We strongly urge the Department to add the following sub-provision regarding the privacy of transgender and gender-nonconforming students:
“(e) a report regarding the disclosure of a student’s transgender status or sexual orientation, or related private medical information (i.e. the “outing” of a student’s gender identity or sexual orientation), without that student’s express consent, or a disclosure that otherwise targets a person’s actual or perceived race, color, weight, national origin, ethnic group, religion, religious practice, disability, sexual orientation, gender (which includes gender identity and/or expression), or sex;”
This final substantive protection of privacy is ripe for regulatory clarification.1 The privacy of transgender and gender-nonconforming students is paramount to their safety, both in the school environment as well as at home, especially if they have not yet come out to members of their families about their gender identity or gender expression.
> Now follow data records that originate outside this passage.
package main

import (
	"errors"
	"fmt"
	"io"
	"os"
	"path/filepath"
	"strings"
	"unicode/utf8"

	"nodelife/engine/plan"
	"nodelife/engine/scenario"
)

// cmdCompare prints two to four options side by side (see the README):
// each file is a scenario, read and planned as `nodelife plan --fast` does.
func cmdCompare(args []string, stdout io.Writer) error {
	fs := newFlags("compare")
	asJSON := fs.Bool("json", false, "print the comparison as JSON")
	files, err := fileArgs(fs, args)
	if err != nil {
		return err
	}
	if n := len(files); n < plan.MinOptions || n > plan.MaxOptions {
		return usageError{fmt.Sprintf("compare: give %d to %d scenario files, not %d; `nodelife demo` prints an example",
			plan.MinOptions, plan.MaxOptions, n)}
	}
	opts, err := compareOptions(files)
	if err != nil {
		return err
	}
	c, err := plan.Compare(opts)
	if oe := (*plan.OptionError)(nil); errors.As(err, &oe) {
		return usageError{files[oe.Index] + ": " + oe.Message(func(i int) string { return files[i] })}
	} else if err != nil {
		return usageError{"compare: " + err.Error()}
	}
	if *asJSON {
		return writeJSON(stdout, c)
	}
	_, err = io.WriteString(stdout, compareTable(c, files))
	return err
}

// compareOptions reads, checks and plans each scenario file. Problems in any
// file are all reported, one "FILE: path: problem" a line, before anything
// is planned.
func compareOptions(files []string) ([]plan.Option, error) {
	var problems []string
	scens := make([]scenario.Scenario, len(files))
	inputs := make([]plan.Inputs, len(files))
	for i, name := range files {
		if name == "-" {
			problems = append(problems, `compare: "-": standard input is not read here; give scenario files`)
			continue
		}
		data, err := os.ReadFile(name)
		if err != nil {
			problems = append(problems, err.Error())
			continue
		}
		s, err := scenario.Parse(data)
		if err != nil {
			problems = append(problems, prefixLines(name, err))
			continue
		}
		in, err := readInputs(s, name, false)
		if err != nil {
			problems = append(problems, prefixLines(name, err))
			continue
		}
		scens[i], inputs[i] = s, in
	}
	if len(problems) > 0 {
		return nil, usageError{strings.Join(problems, "\nnodelife: ")}
	}
	names := compareNames(scens, files)
	opts := make([]plan.Option, len(files))
	for i, s := range scens {
		r, err := plan.RunWith(s, inputs[i])
		if err != nil {
			return nil, usageError{prefixLines(files[i], err)}
		}
		opts[i] = plan.Option{Name: names[i], Scenario: s, Result: r}
	}
	return opts, nil
}

// compareNames names each option by its scenario's name, or by its file's
// name when the scenario has none (or the default one); names that would
// repeat get their file's name after them.
func compareNames(scens []scenario.Scenario, files []string) []string {
	untitled := ""
	if f, ok := scenario.FieldByPath("name"); ok {
		untitled, _ = f.Default.(string)
	}
	names := make([]string, len(files))
	for i, s := range scens {
		names[i] = strings.TrimSpace(s.Name)
		if names[i] == "" || names[i] == untitled {
			names[i] = filepath.Base(files[i])
		}
	}
	count := map[string]int{}
	for _, n := range names {
		count[n]++
	}
	for i, n := range names {
		if count[n] > 1 {
			if base := filepath.Base(files[i]); base != n {
				names[i] = n + " (" + base + ")"
			} else {
				names[i] = files[i]
			}
		}
	}
	return names
}

// maxHeadRunes is the widest an option's name is shown at the head of its
// column; longer names are cut with "…" there and given in full below the
// table.
const maxHeadRunes = 24

// compareTable is the readable comparison: one fixed-width column per
// option, values right-aligned, the currency after each cost, then the
// summary sentences and the cautions.
func compareTable(c plan.Comparison, files []string) string {
	money := func(x float64) string { return plan.FormatMoney(x, c.Currency) }
	orNone := func(p *string, none string) string {
		if p == nil {
			return none
		}
		return *p
	}
	type row struct {
		label string
		cells []string
	}
	head := row{label: ""}
	var cut bool
	for _, o := range c.Options {
		name := o.Name
		if utf8.RuneCountInString(name) > maxHeadRunes {
			name, cut = string([]rune(name)[:maxHeadRunes-1])+"…", true
		}
		head.cells = append(head.cells, name)
	}
	rows := []row{head}
	add := func(label string, f func(o plan.OptionCost) string) {
		r := row{label: label}
		for _, o := range c.Options {
			r.cells = append(r.cells, f(o))
		}
		rows = append(rows, r)
	}
	gap := func() { rows = append(rows, row{}) }
	add("Cells", func(o plan.OptionCost) string { return fmt.Sprintf("%d × %s %s", o.CellsPerSet, o.Form, o.Chemistry) })
	add("Harvester", func(o plan.OptionCost) string {
		if o.Harvester == scenario.HarvestNone {
			return "none"
		}
		return fmt.Sprintf("%s %g cm²", o.Harvester, o.HarvesterAreaCm2)
	})
	add("Lasts", func(o plan.OptionCost) string { return o.Lifetime })
	add("Flat on", func(o plan.OptionCost) string { return orNone(o.FirstBrownout, "after the plan") })
	add("Swaps", func(o plan.OptionCost) string { return fmt.Sprint(o.Swaps) })
	add("First swap", func(o plan.OptionCost) string { return orNone(o.FirstSwap, "none") })
	add("Brown-out", func(o plan.OptionCost) string { return fmt.Sprintf("%.1f h", o.BrownoutHours) })
	gap()
	add("Cells cost", func(o plan.OptionCost) string { return money(o.CostCells) })
	add("Harvester cost", func(o plan.OptionCost) string { return money(o.CostHarvester) })
	add("Visits cost", func(o plan.OptionCost) string { return money(o.CostVisits) })
	add("Total cost", func(o plan.OptionCost) string { return money(o.CostTotal) })
	add("Cost a year", func(o plan.OptionCost) string { return money(o.CostPerYear) })

	labelW := 0
	widths := make([]int, len(c.Options))
	for _, r := range rows {
		labelW = max(labelW, utf8.RuneCountInString(r.label))
		for i, cell := range r.cells {
			widths[i] = max(widths[i], utf8.RuneCountInString(cell))
		}
	}
	var b strings.Builder
	fmt.Fprintf(&b, "Options over %d %s, costs in %s\n\n", c.Years, yearsWord(c.Years), c.Currency)
	for i, r := range rows {
		if i > 0 && r.cells == nil {
			b.WriteString("\n")
			continue
		}
		line := fmt.Sprintf("  %-*s", labelW, r.label)
		for j, cell := range r.cells {
			line += fmt.Sprintf("   %*s", widths[j], cell)
		}
		b.WriteString(strings.TrimRight(line, " ") + "\n")
	}
	if cut {
		b.WriteString("\n")
		for i, o := range c.Options {
			fmt.Fprintf(&b, "  %s: %s\n", files[i], o.Name)
		}
	}
	b.WriteString("\n")
	for _, s := range c.Summary {
		b.WriteString(s + "\n")
	}
	b.WriteString("Costs are straight sums over the plan, not discounted; each swap is one site visit, the first installation is not counted as one.\n")
	var cautions bool
	for i, o := range c.Options {
		if len(o.Cautions) == 0 {
			continue
		}
		if !cautions {
			b.WriteString("Cautions (`nodelife plan FILE` explains each)\n")
			cautions = true
		}
		var codes []string
		for _, k := range o.Cautions {
			codes = append(codes, k.Code)
		}
		fmt.Fprintf(&b, "  - %s: %s\n", files[i], strings.Join(codes, ", "))
	}
	b.WriteString("A planning aid: confirm with the cell maker's datasheet and a field measurement.\n")
	return b.String()
}

func yearsWord(n int) string {
	if n == 1 {
		return "year"
	}
	return "years"
}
Omission of this language by the Department would undermine the portion of its own Guidance that addresses this issue and would erroneously imply that protecting the privacy and confidentiality of our students is not a right that must be respected and fiercely guarded by our schools, when in fact it is.
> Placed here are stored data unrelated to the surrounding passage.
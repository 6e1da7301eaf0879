package main

import "io"

// cmdChart writes a scenario's chart as SVG or its daily rows as CSV.
func cmdChart(args []string, stdin io.Reader, stdout io.Writer) error {
	return usageError{"chart: not yet available"}
}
We ask that the Department adopt these recommended additions in the final regulatory language to better clarify and assist in DASA implementation statewide, protect the rights of transgender and gender-nonconforming students under DASA, and ensure that all students in New York State have an opportunity to thrive in a school environment that is safe, supportive and free from bullying, harassment, and/or discrimination.
Empire Justice Center
Interim Supervising Attorney & Senior Staff Attorney
Empire Justice Center
1 In addition to the confidentiality guaranteed to students regarding personally identifiable information and educational records under New York State Education Law § 2-d and FERPA, 20 U.S.C. 1232g; C.F.R. Part 99, case law supports the proposition that students have a strong privacy interest in maintaining the confidentiality of their transgender status. See Karnoski v. Trump, No. 2:17-cv-1297-MJP, slip op. at 16–17 (W.D. Wash. Dec. 11, 2017) (finding a likelihood of success for a substantive due process claim that being denied transgender-related healthcare and the ability to serve openly in the military infringes on fundamental interests such as individual dignity, autonomy, and freedom from government intrusion, including the right to make decisions concerning bodily integrity and self-definition, which are central to individual identity); see also Powell v. Schriver, 175 F.3d 107, 111 (2d Cir. 1999) (holding that “the Constitution does indeed protect the right to maintain the confidentiality of one’s transsexualism”) (citing Doe v. City of New York, 15 F.3d 264, 267 (2d Cir. 1994) (in the context of other potentially stigmatizing diagnoses, plaintiffs “clearly possess a constitutional right to privacy regarding their condition”)); cf. C.N. v. Wolf, 410 F. Supp. 2d 894, 903 (C.D. Cal. 2005) (holding that the plaintiff “alleged a serious invasion of her privacy interest by Wolf when he disclosed her sexual orientation to her mother” and finding that she had consequently stated a claim against her school for outing her); Sterling v. Borough of Minersville, 232 F.3d 190, 196 (3d Cir. 2000) (“It is difficult to imagine a more private matter than one’s sexuality and a less likely probability that the government would have a legitimate interest in disclosure of sexual identity. . . . We can, therefore, readily conclude that Wayman’s sexual orientation was an intimate aspect of his personality entitled to privacy protection under Whalen.”); Bloch v. Ribar, 156 F.3d 673, 685–86 (6th Cir. 1998) (“Our sexuality and choices about sex, in turn, are interests of an intimate nature which define significant portions of our personhood. Publically revealing information regarding these interests exposes an aspect of our lives that we regard as highly personal and private. Indeed, for many of these reasons, a number of our sister circuits have concluded that information regarding private sexual matters warrants constitutional protection against public dissemination.”).